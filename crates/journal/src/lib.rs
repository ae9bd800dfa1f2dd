//! **Is it written down, so that it stays?**
//!
//! The evidence file: rows without a gap, each with the hash of the one before, committed with a
//! sync before anybody is told. It alone turns an intent into a [`Committed`] command. When the disk
//! fails it says so at once, keeps what was not acknowledged, and comes back by itself after it has
//! verified the file anew.
//!
//! It knows nothing of what rows mean (`record` does), reads no clock, and does not defend against
//! somebody who cuts off the end of the file: keep a copy of the head's hash elsewhere.
//!
//! ```
//! use journal::{Batch, Journal, Reply};
//! use record::{Draft, kind};
//! use units::{Mono, Utc};
//! # fn main() -> Result<(), Box<dyn std::error::Error>> {
//! let dir = tempfile::tempdir()?;
//! let journal = Journal::open(dir.path(), &mut |_row| {})?;
//! let term = journal.next_term();
//! let (to, replies) = std::sync::mpsc::channel::<Reply>();
//! let handle = journal.start(to);
//! let (subject, cause, body) = ("site".to_owned(), String::new(), vec![0; 4]);
//! let drafts = vec![Draft { kind: kind::STOPPING, version: 1, subject, cause, body }];
//! let (utc, boot) = (Utc::EPOCH, Mono::ZERO);
//! let seen = journal::Seen::default();
//! handle.submit(Batch { term, utc, boot, drafts, intents: Vec::new(), seen })?;
//! let Reply::Acked(acked) = replies.recv()? else { return Err("lost".into()) };
//! assert_eq!(acked.rows[0].seq, 1);
//! handle.close()?;
//! assert_eq!(journal::verify(dir.path(), &mut |_, _| {})?.rows, 1);
//! # Ok(())
//! # }
//! ```

mod batch;
mod chain;
mod committed;
mod thread;

mod journal;
mod opening;
mod planned;

mod task;

mod anchor;
mod backup;
mod retain;
mod seal;

mod file;
mod forms;
mod rows;

mod pack;
mod packs;
mod segment;
mod varint;

mod lost;
mod reserve;

mod inspect;
mod salvage;
mod verify;

mod durable;
mod error;

mod export;
mod view;

pub use anchor::{Anchor, is_signed, public_key};
pub use backup::restore;
pub use batch::{Acked, Batch, Minute, MinuteReading, Reply, Seen};
pub use committed::Committed;
pub use error::JournalError;
pub use file::FILE_NAME;
/// The form of the evidence file that this version writes.
pub const FORM: u32 = forms::FORM as u32;
pub use export::{EXPORTED, Export, ExportForm, Exported, csv_line, export, guarded};
pub use inspect::{Filter, each_row, events, minutes, rows};
pub use journal::Journal;
pub use opening::Opening;
pub use salvage::{Salvaged, salvage};
pub use task::{Done, Stamp, Task};
pub use thread::Handle;
pub use verify::{Checks, Verified, verify, verify_with};
pub use view::{
    Asked, AskedFor, Cell, Entries, Entry, Rest, VIEW_FORMAT, VIEW_NAME, View, ViewError, ViewHead,
    ViewPace, ViewReader, ViewSays, ViewState, ViewThread, Visit, Wanted, ask, evidence_ahead,
    rebuild_view,
};
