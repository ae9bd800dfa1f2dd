//! What can go wrong with the journal, each with the file it is about and what to do.

use std::path::PathBuf;

#[derive(Debug, thiserror::Error)]
pub enum JournalError {
    #[error(
        "{} is in use by another process; ask the running daemon, or stop it first", path.display()
    )]
    Held { path: PathBuf },
    #[error("{} is not there; nothing has been recorded in this state folder yet", path.display())]
    Missing { path: PathBuf },
    #[error(
        "{} has form {found}, and this version reads up to {known}; use the version that wrote it, \
         or a later one", path.display()
    )]
    Newer { path: PathBuf, found: i64, known: i64 },
    #[error("{} is a database, but no journal of ours; move it out of the way", path.display())]
    NotAJournal { path: PathBuf },
    #[error(
        "{}: `{setting}` is {found:?} where {wanted:?} was asked for; the file system cannot keep \
         the promise, so nothing is recorded on it (use a local disk)", path.display()
    )]
    Setting { path: PathBuf, setting: &'static str, wanted: String, found: String },
    #[error(
        "row {seq} is the first that is wrong: {why}; keep the file as evidence and start from a \
         backup or an empty state folder"
    )]
    FirstBad { seq: u64, why: String },
    #[error("{}: {doing}", path.display())]
    Sql { path: PathBuf, doing: &'static str, source: rusqlite::Error },
    #[error("{}: {doing}", path.display())]
    Io { path: PathBuf, doing: &'static str, source: std::io::Error },
    #[error("{}: the checkpoint copied {copied} of {of} pages", path.display())]
    Checkpoint { path: PathBuf, copied: i64, of: i64 },
    #[error("a permit does not agree with its row {seq} after the commit")]
    Permit { seq: u64, source: record::RecordError },
    #[error("{rows} rows could not be written before the end; they are in no file")]
    NotKept { rows: usize },
    #[error("the journal's thread is gone")]
    Gone,
}
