//! What can go wrong with the journal, each with the file it is about and what to do.

use std::path::PathBuf;

use rusqlite::ErrorCode;

#[derive(Debug, thiserror::Error)]
pub enum JournalError {
    #[error(
        "{} is in use by another process; ask the running daemon, or stop it first", path.display()
    )]
    Held { path: PathBuf },
    #[error("{} is not there; nothing has been recorded in this state folder yet", path.display())]
    Missing { path: PathBuf },
    #[error(
        "{} has form {found}, and this version reads up to {known}; use the version that wrote it, \
         or a later one", path.display()
    )]
    Newer { path: PathBuf, found: i64, known: i64 },
    #[error("{} is a database, but no journal of ours; move it out of the way", path.display())]
    NotAJournal { path: PathBuf },
    #[error(
        "{}: `{setting}` is {found:?} where {wanted:?} was asked for; the file system cannot keep \
         the promise, so nothing is recorded on it (use a local disk)", path.display()
    )]
    Setting { path: PathBuf, setting: &'static str, wanted: String, found: String },
    #[error(
        "row {seq} is the first that is wrong: {why}; keep the file as evidence and start from a \
         backup or an empty state folder"
    )]
    FirstBad { seq: u64, why: String },
    #[error("{}: {doing}", path.display())]
    Sql { path: PathBuf, doing: &'static str, source: rusqlite::Error },
    #[error("{}: {doing}", path.display())]
    Io { path: PathBuf, doing: &'static str, source: std::io::Error },
    #[error("{}: the checkpoint copied {copied} of {of} pages", path.display())]
    Checkpoint { path: PathBuf, copied: i64, of: i64 },
    #[error("{} is there already; give a state folder without a record", path.display())]
    NotEmpty { path: PathBuf },
    #[error("segment {}: {why}; put it back from a backup", path.display())]
    Segment { path: PathBuf, why: String },
    #[error("row {no} of the inputs that wait to be sealed does not read; keep the file")]
    Inputs { no: i64 },
    #[error("the anchor at row {seq} does not hold: {why}")]
    Anchor { seq: u64, why: String },
    #[error("a permit does not agree with its row {seq} after the commit")]
    Permit { seq: u64, source: record::RecordError },
    #[error("{rows} rows could not be written before the end; they are in no file")]
    NotKept { rows: usize },
    #[error("the journal's thread is gone")]
    Gone,
}

impl JournalError {
    /// Room on the disk would mend it.
    pub(crate) fn is_full_disk(&self) -> bool {
        match self {
            Self::Sql { source, .. } => source.sqlite_error_code() == Some(ErrorCode::DiskFull),
            Self::Io { source, .. } => source.kind() == std::io::ErrorKind::StorageFull,
            _ => false,
        }
    }

    /// Nothing that this connection says may be believed any more.
    pub(crate) fn is_of_the_connection(&self) -> bool {
        matches!(self, Self::Sql { .. } | Self::Held { .. } | Self::Checkpoint { .. })
    }
}
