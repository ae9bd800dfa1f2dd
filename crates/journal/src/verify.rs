//! The whole record verified: every row, every segment that the rows vouch for, every anchor.

use std::collections::BTreeMap;
use std::fs;
use std::path::Path;

use record::{Note, Row, kind};

use crate::anchor::{Anchor, is_signed};
use crate::chain::{self, Head, Walk};
use crate::file::Evidence;
use crate::seal::SEGMENTS;
use crate::{JournalError, forms, segment};

/// What a whole verification found.
#[derive(Clone, PartialEq, Eq, Debug)]
pub struct Verified {
    pub rows: u64,
    /// The hash of the last row. Two copies of one record have the same; a copy that ends earlier
    /// verifies too, so compare this, or an anchor, with one that was kept elsewhere.
    pub head_hex: String,
    /// Segments whose digest is the one that their row has.
    pub segments: u64,
    /// Segments that retention has deleted, with a row that says so.
    pub segments_deleted: u64,
    pub anchors: u64,
    /// Of these, with a good signature.
    pub anchors_signed: u64,
}

/// What is known from elsewhere.
#[derive(Clone, PartialEq, Eq, Debug, Default)]
pub struct Checks {
    /// Anchors that were kept: the record must still pass through each.
    pub anchors: Vec<Anchor>,
    /// Every signature must be by this key (Ed25519).
    pub key: Option<[u8; 32]>,
}

/// Verifies the chain from the first row to the last, and the segments. `progress` is told (rows
/// done, rows in all) every few thousand rows and at the end. Memory stays bounded.
///
/// # Errors
/// [`JournalError::FirstBad`] names the first row that is wrong, [`JournalError::Segment`] a segment
/// that is missing or another, [`JournalError::Anchor`] an anchor that does not hold.
pub fn verify(dir: &Path, progress: &mut dyn FnMut(u64, u64)) -> Result<Verified, JournalError> {
    verify_with(dir, &Checks::default(), progress)
}

/// The same, with what is known from elsewhere.
pub fn verify_with(
    dir: &Path,
    checks: &Checks,
    progress: &mut dyn FnMut(u64, u64),
) -> Result<Verified, JournalError> {
    let evidence = Evidence::open_to_read(dir)?;
    // A damaged file may not even count; the walk then says which row is the first.
    let last = "SELECT coalesce(max(seq), 0) FROM evidence";
    let total: i64 = evidence.db.query_row(last, [], |r| r.get(0)).unwrap_or(0);
    let mut seen = Seen::new(checks);
    let mut walk = Walk::WHOLE;
    loop {
        let more = walk.portion(&evidence, PORTION, &mut |row| seen.row(&row))?;
        seen.fault()?;
        progress(walk.head().seq, total.cast_unsigned().max(walk.head().seq));
        if !more {
            break;
        }
    }
    seen.end(walk.head())?;
    seen.segments(dir, &evidence)?;
    Ok(seen.found)
}

const PORTION: usize = 4096;
/// Kinds of rows that say something of what is outside them.
const TELLING: [u16; 5] =
    [kind::SEALED, kind::SEGMENT_DELETED, kind::ANCHORED, kind::LEGAL_HOLD, kind::HOLD_LIFTED];

/// What the rows say of things outside them.
struct Seen {
    found: Verified,
    key: Option<[u8; 32]>,
    kept: BTreeMap<u64, [u8; 32]>,
    previous: Head,
    /// Segments that must be there.
    standing: BTreeMap<String, [u8; 32]>,
    /// Days that a legal hold keeps, the last one too.
    held: Vec<(i32, i32)>,
    fault: Option<JournalError>,
}

impl Seen {
    fn new(checks: &Checks) -> Self {
        let found = Verified {
            rows: 0,
            head_hex: Head::NONE.hex(),
            segments: 0,
            segments_deleted: 0,
            anchors: 0,
            anchors_signed: 0,
        };
        let kept = checks.anchors.iter().map(|a| (a.seq, a.hash)).collect();
        let (previous, standing, held) = (Head::NONE, BTreeMap::new(), Vec::new());
        Self { found, key: checks.key, kept, previous, standing, held, fault: None }
    }

    fn row(&mut self, row: &Row) {
        if self.fault.is_none() {
            self.fault = self.judge(row).err();
        }
        self.previous = Head::after(row);
    }

    fn judge(&mut self, row: &Row) -> Result<(), JournalError> {
        if self.kept.remove(&row.seq).is_some_and(|hash| hash != row.hash) {
            let why = "the record has another row there than when it was kept".to_owned();
            return Err(JournalError::Anchor { seq: row.seq, why });
        }
        if !TELLING.contains(&row.kind) {
            return Ok(());
        }
        let bad = |why: String| JournalError::FirstBad { seq: row.seq, why };
        match record::decode_note(row).map_err(|e| bad(e.to_string()))? {
            Note::Sealed { file, digest, .. } => {
                self.standing.insert(file, digest);
            }
            Note::SegmentDeleted { day, file, .. } => {
                if self.held.iter().any(|(from, to)| (*from..=*to).contains(&day)) {
                    return Err(bad("a legal hold kept what it says was deleted".to_owned()));
                }
                self.standing.remove(&file);
                self.found.segments_deleted += 1;
            }
            Note::LegalHold { from_day, to_day, .. } => self.held.push((from_day, to_day)),
            Note::HoldLifted { from_day, to_day, .. } => {
                let lifted = self.held.iter().position(|days| *days == (from_day, to_day));
                lifted.map(|no| self.held.remove(no));
            }
            Note::Anchored { of_seq, hash, signature } => {
                if (of_seq, hash) != (self.previous.seq, self.previous.hash) {
                    return Err(bad("it anchors another row than the one before it".to_owned()));
                }
                self.found.anchors += 1;
                if let Some(signature) = signature {
                    if !is_signed(&signature, of_seq, &hash) {
                        return Err(bad("its signature is not good".to_owned()));
                    }
                    if self.key.is_some_and(|key| key != signature.key) {
                        return Err(bad("it is signed with another key".to_owned()));
                    }
                    self.found.anchors_signed += 1;
                }
            }
            _ => {}
        }
        Ok(())
    }

    fn fault(&mut self) -> Result<(), JournalError> {
        self.fault.take().map_or(Ok(()), Err)
    }

    /// The tables that retention goes by are what the rows say.
    fn tables(&self, evidence: &Evidence) -> Result<(), JournalError> {
        if evidence.form < forms::WITH_PACKS {
            return Ok(());
        }
        let sql = |e| evidence.sql("reading its own tables", e);
        let text = "SELECT file, digest FROM segments WHERE deleted_seq IS NULL";
        let mut statement = evidence.db.prepare(text).map_err(sql)?;
        let rows = statement.query_map([], |r| Ok((r.get(0)?, chain::array(r, 1)?)));
        let listed: BTreeMap<String, [u8; 32]> = rows.and_then(Iterator::collect).map_err(sql)?;
        let text = "SELECT from_day, to_day FROM holds WHERE lifted_seq IS NULL ORDER BY seq";
        let mut statement = evidence.db.prepare(text).map_err(sql)?;
        let rows = statement.query_map([], |r| Ok((r.get(0)?, r.get(1)?)));
        let holds: Vec<(i32, i32)> = rows.and_then(Iterator::collect).map_err(sql)?;
        if listed != self.standing || holds != self.held {
            let why = "its list of segments or holds is not what the rows say".to_owned();
            return Err(JournalError::FirstBad { seq: self.found.rows + 1, why });
        }
        Ok(())
    }

    fn end(&mut self, head: Head) -> Result<(), JournalError> {
        (self.found.rows, self.found.head_hex) = (head.seq, head.hex());
        match self.kept.keys().next() {
            None => Ok(()),
            Some(&seq) => {
                let why = format!("the record ends at row {}: its end was cut off", head.seq);
                Err(JournalError::Anchor { seq, why })
            }
        }
    }

    fn segments(&mut self, dir: &Path, evidence: &Evidence) -> Result<(), JournalError> {
        self.tables(evidence)?;
        for (file, digest) in &self.standing {
            let path = dir.join(SEGMENTS).join(file);
            let wrong = |why: String| JournalError::Segment { path: path.clone(), why };
            let bytes = fs::read(&path).map_err(|e| wrong(e.to_string()))?;
            if blake3::hash(&bytes).as_bytes() != digest {
                return Err(wrong("it is not what was sealed".to_owned()));
            }
            segment::Segment::new(&bytes).ok_or_else(|| wrong("it does not read".to_owned()))?;
            self.found.segments += 1;
        }
        Ok(())
    }
}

- **Exercise aim**: After locating the line holding "mod thread;" above, output exactly that line and every line after it through the line holding "pub use opening::Opening;". Include nothing else.

- **Result**:
mod thread;

mod journal;
mod opening;
mod planned;

mod task;

mod anchor;
mod backup;
mod retain;
mod seal;

mod file;
mod forms;
mod rows;

mod pack;
mod packs;
mod segment;
mod varint;

mod lost;
mod reserve;

mod inspect;
mod salvage;
mod verify;

mod durable;
mod error;

mod export;
mod view;

pub use anchor::{Anchor, is_signed, public_key};
pub use backup::restore;
pub use batch::{Acked, Batch, Minute, MinuteReading, Reply, Seen};
pub use committed::Committed;
pub use error::JournalError;
pub use file::FILE_NAME;
/// The form of the evidence file that this version writes.
pub const FORM: u32 = forms::FORM as u32;
pub use export::{EXPORTED, Export, ExportForm, Exported, csv_line, export, guarded};
pub use inspect::{Filter, each_row, events, minutes, rows};
pub use journal::Journal;
pub use opening::Opening;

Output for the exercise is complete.